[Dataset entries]
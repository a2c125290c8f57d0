import { describe, expect, it } from 'vitest';
import { errorResult, type EmbryoResult } from '../model';
import { DEFAULT_SETTINGS } from '../settings';
import { journalFileLine, journalRunLine, normalizeResult, parseJournal, settingsKeyText } from './journal';

// Demo data: results built by hand; the format is this project's own (documented in journal.ts).
const okResult = (file: string): EmbryoResult => ({
  ...errorResult(file, 'x'), status: 'ok', error: null,
  gradientProfile: { channel: 'g', xEl: Float64Array.of(0.1, 0.2), xUm: Float64Array.of(Number.NaN, 20), mean: Float64Array.of(1, 2), sd: Float64Array.of(0, 0), n: Float64Array.of(3, 4) },
} as EmbryoResult);

describe('journal lines', () => {
  it('writes one line per entry and reads them back; the later entry of a file wins; a cut last line is skipped', () => {
    const a = { file: 'a.tif', sha256: 'aa', bytes: 10, settingsKey: 'k', result: okResult('a.tif') };
    const text = journalRunLine('r1', '2026-01-01T00:00:00.000Z', '0.1.0', false)
      + journalFileLine(a) + journalFileLine({ ...a, sha256: 'bb' }) + journalFileLine({ ...a, file: 'b.tif', result: okResult('b.tif') });
    expect(text.split('\n').filter(Boolean)).toHaveLength(4);
    const cut = text + journalFileLine({ ...a, file: 'c.tif' }).slice(0, 30);
    const parsed = parseJournal(cut);
    expect(parsed.runs).toEqual([{ type: 'run', schema: 'eggline-journal', version: 1, runId: 'r1', startedAt: '2026-01-01T00:00:00.000Z', eggline: '0.1.0', resumed: false }]);
    expect([...parsed.entries.keys()]).toEqual(['a.tif', 'b.tif']);
    expect(parsed.entries.get('a.tif')?.sha256).toBe('bb');
    expect(parsed.skippedLines).toBe(1);
    const profile = parsed.entries.get('a.tif')?.result.gradientProfile;
    expect(profile?.xEl).toBeInstanceOf(Float64Array);
    expect(Array.from(profile?.xUm ?? [])).toEqual([Number.NaN, 20]);
  });
  it('normalizeResult is what reading back gives, so reused and fresh results make the same tables', () => {
    const r = okResult('a.tif');
    const back = parseJournal(journalFileLine({ file: 'a.tif', sha256: 's', bytes: 1, settingsKey: 'k', result: r })).entries.get('a.tif')?.result;
    expect(normalizeResult(r)).toEqual(back);
  });
  it('the settings key text does not depend on key order, and changes with settings, hand edits and version', () => {
    const reordered = Object.fromEntries(Object.entries(DEFAULT_SETTINGS).reverse()) as typeof DEFAULT_SETTINGS;
    expect(settingsKeyText(reordered, null, '1')).toBe(settingsKeyText(DEFAULT_SETTINGS, null, '1'));
    expect(settingsKeyText(DEFAULT_SETTINGS, null, '2')).not.toBe(settingsKeyText(DEFAULT_SETTINGS, null, '1'));
    expect(settingsKeyText(DEFAULT_SETTINGS, { axis: null, landmarks: [] }, '1')).not.toBe(settingsKeyText(DEFAULT_SETTINGS, null, '1'));
  });
});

EXERCISE BRIEF.
Above are records; repeat only the lines starting at the line with "n: Float64Array.of(3, 4)" and ending at the line with "const parsed = parseJournal(cut);", exactly as they appear, both included.

OUTPUT BELOW.
  gradientProfile: { channel: 'g', xEl: Float64Array.of(0.1, 0.2), xUm: Float64Array.of(Number.NaN, 20), mean: Float64Array.of(1, 2), sd: Float64Array.of(0, 0), n: Float64Array.of(3, 4) },
} as EmbryoResult);

describe('journal lines', () => {
  it('writes one line per entry and reads them back; the later entry of a file wins; a cut last line is skipped', () => {
    const a = { file: 'a.tif', sha256: 'aa', bytes: 10, settingsKey: 'k', result: okResult('a.tif') };
    const text = journalRunLine('r1', '2026-01-01T00:00:00.000Z', '0.1.0', false)
      + journalFileLine(a) + journalFileLine({ ...a, sha256: 'bb' }) + journalFileLine({ ...a, file: 'b.tif', result: okResult('b.tif') });
    expect(text.split('\n').filter(Boolean)).toHaveLength(4);
    const cut = text + journalFileLine({ ...a, file: 'c.tif' }).slice(0, 30);
    const parsed = parseJournal(cut);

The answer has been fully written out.